I intend to make another for this lathe, so I'll have to experiment with methods of cutting the slot.   Have not real use for it, but it's a good project.   But first, another knurler with a bit of a tidy up on the slot for the adjuster screw.


----------



## KenS (Sep 17, 2014)

Fabrickator said:


> More important is to build it with a double-ended bit for inside and outside radius.



What kind of double-ended insert are you using?

Also, are enough forces generated to require steel construction, or do you think would aluminum work?


----------



## Snag_one (Sep 17, 2014)

I made mine based on the Holes Creek plans available at this url : http://lepton.com/metal/ball_turner.html You MUST have a milling machine or access to one to build this project , but it boasts micrometer adjustment and several other nice features , like dovetail with gibs  , nice locking setup , etc . I like it a lot , it was worth the work . I did change the cutting tool mount to accommodate a 1/4 square lathe cutter , I'm not much on carbide tooling . You may need to modify the base plate to fit your lathe .


----------



## goboughner (Sep 19, 2014)

_I made mine similar to one I saw somewhere on the internet. I have no bearing but a Delrin disk on the bottom that aligns it with the cross slide and rotates with the turner. Works great on my CM 12X 36.




Jerry_


----------



## Fabrickator (Oct 2, 2014)

Double-ended insert is just a homemade tool machined to mount two of the triangle carbides readily available.

Some people do run a HSS tool bit, but I've found that it's best to keep the cutter and tool holder as small/compact as possible because it's really hard to finish the inside of a small ball without damaging the holding shaft due to clearance problems.  The outside end of the ball is no problem at all.

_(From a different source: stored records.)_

// Citations of a brief version or of one comparison in it: one CSL-JSON item, turned into RIS,
// BibTeX and a formatted reference by citation-js (a maintained citation library), so that every
// format says the same thing.
import { Cite } from "@citation-js/core";
import "@citation-js/plugin-bibtex";
import "@citation-js/plugin-csl";
import "@citation-js/plugin-ris";
import { splitLocale, type Locale } from "#core/languages/locales";
import type { CitationFormat } from "#core/publication/urls";

export interface CitationInput {
  title: string;
  version: number;
  releaseAt: string;
  /** The permalink: the version's URL (or the comparison's), absolute. */
  url: string;
  accessed: Date;
  /** For one comparison: "A vs B", in the reader's language (brief.versus). */
  comparison?: string;
  /** The author team, the citation's author; the product's name when none is set. */
  author?: string | null;
  /** The language the version was read in: the permalink names it, the item says it; the version cited is the same. */
  language?: Locale;
  /**
   * The brief was withdrawn: every citation file of every version says so, in the reader's words
   * (`note`, e.g. "Withdrawn on 2026-12-04. Reason: …"), so that a reference manager learns it too.
   */
  withdrawn?: { note: string; titlePrefix: string } | null;
}

const dateParts = (date: Date) => ({ "date-parts": [[date.getUTCFullYear(), date.getUTCMonth() + 1, date.getUTCDate()]] });

/**
 * One line, without control characters: a line break inside a field would start a new record in RIS
 * (and a new field in BibTeX). Every text field goes through it, the author as well as the title.
 */
// eslint-disable-next-line no-control-regex -- finding control characters is the point
const oneLine = (text: string) => text.replace(/[\r\n\u2028\u2029\u0000-\u001f\u007f-\u009f]+/g, " ").trim();

export function cslItem(input: CitationInput) {
  const title = oneLine(input.comparison ? `${input.comparison}: ${input.title}` : input.title);
  return {
    // One id per version (or comparison) in every language: the locale prefix is not part of it.
    id: `fairweigh-${splitLocale(new URL(input.url).pathname).path.replace(/[^a-z0-9]+/gi, "-").replace(/^-|-$/g, "")}`,
    type: "report",
    title,
    author: [{ literal: oneLine(input.author ?? "") || "Fairweigh" }],
    publisher: "Fairweigh",
    version: String(input.version),
    // RIS ET and BibTeX edition: reference managers show which version is cited.
    edition: `Version ${input.version}`,
    issued: dateParts(new Date(input.releaseAt)),
    accessed: dateParts(input.accessed),
    URL: input.url,
    language: input.language ?? "en",
    // CSL-JSON's status ("withdrawn") and note; citation-js writes the note as RIS N1 and BibTeX note.
    ...(input.withdrawn ? { status: "withdrawn", note: oneLine(input.withdrawn.note) } : {}),
  };
}

export type { CitationFormat } from "#core/publication/urls";

export const citationMedia: Record<CitationFormat, string> = {
  ris: "application/x-research-info-systems",
  bib: "application/x-bibtex",
  json: "application/vnd.citationstyles.csl+json",
};

export function citationFile(input: CitationInput, format: CitationFormat): string {
  const item = cslItem(input);
  if (format === "json") return `${JSON.stringify([item], null, 2)}\n`;
  // citation-js makes its own keys (author, year, first title word), which repeat across versions and
  // comparisons: each file carries the item's id instead, unique per brief, version and comparison.
  if (format === "bib") {
    // citation-js writes the day into the month ("month = {dec 4}"), which BibTeX reads as no month:
    // the month macro ("dec"), and the whole date in biblatex's date field.
    const released = new Date(input.releaseAt).toISOString().slice(0, 10);
    return new Cite(item)
      .format("bibtex")
      .replace(/^(@\w+\{)[^,\n]*,/, `$1${item.id},`)
      .replace(/^(\s*)month = \{(\w{3})[^}]*\},$/m, `$1month = $2,\n$1date = {${released}},`);
  }
  // citation-js folds RIS values every 70 characters; reference managers read the continuation as a
  // new value or join it with a space, which breaks permalinks. Each value is joined back whole.
  const ris = new Cite(item)
    .format("ris")
    .replace(/\n(?![A-Z][A-Z0-9] {2}- |$)/g, "")
    .replace(/^ID {2}- .*$/m, `ID  - ${item.id}`)
    // RIS dates are YYYY/MM/DD/: citation-js leaves the month and day unpadded ("2026/3/5/").
    .replace(/^(DA|Y2) {2}- (\d{4})\/(\d{1,2})\/(\d{1,2})\//gm, (_, tag: string, year: string, month: string, day: string) => `${tag}  - ${year}/${month.padStart(2, "0")}/${day.padStart(2, "0")}/`);
  // A reference manager lists RIS titles only: a withdrawn one says so before its title, as retraction notices do.
  return input.withdrawn ? ris.replace(/^TI {2}- /m, `TI  - ${oneLine(input.withdrawn.titlePrefix)}: `) : ris;
}

/** The reference as a reader copies it (APA style); the page adds the access date in its own words. */
export function formattedReference(input: Omit<CitationInput, "accessed">): string {
  // APA names the version already ("(Version 1)"): the edition would say it twice.
  return new Cite({ ...cslItem({ ...input, accessed: new Date() }), edition: undefined, accessed: undefined }).format("bibliography", { format: "text", template: "apa", lang: "en-US" }).trim();
}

Also, it's not good to make the fixture too tall.  It limits the size of the ball that you can make if you have to advance the fixture under the part.  I just completed a very large ball that was nearly 4" with my set up that also required that I move the whole assembly forward on my 4-bolt design to the back two bolts only.  It had no problem with chatter, cut smooth as glass.


----------



## churchjw (Oct 2, 2014)

That is a great design.  Where is the delrin disk at?  This may be the design I have been looking for. thank you



goboughner said:


> _I made mine similar to one I saw somewhere on the internet. I have no bearing but a Delrin disk on the bottom that aligns it with the cross slide and rotates with the turner. Works great on my CM 12X 36.
> View attachment 84023
> View attachment 84022
> View attachment 84024
> ...


----------



## goboughner (Oct 3, 2014)

The Delran is the black disk on the bottom in the picture that shows the cross slide on the carriage. It acts as the pivot for the ball turner. It's bolted to the upper section that holds the cutting tool. I hope this description is clear.:holdphone:


----------



## goboughner (Oct 3, 2014)

Here is a picture of the components of my ball turner.


----------



## NEL957 (Oct 4, 2014)

The only thing I would do differently is rotate the insert CCW about 30°. That way the cutter will be in front of the cut and not putting hands so close to the chuck on that side. 
Just my 2 cents
Nelson Collar


----------



## Fabrickator (Oct 7, 2014)

A very nice ball turner, but there again, why complicate it.  If your using your lathe you've already got a micrometer on the cross slide.


----------



## rrdstarr (Oct 9, 2014)

zmotorsports said:


> This is another item on my "to build" list.  Nice job.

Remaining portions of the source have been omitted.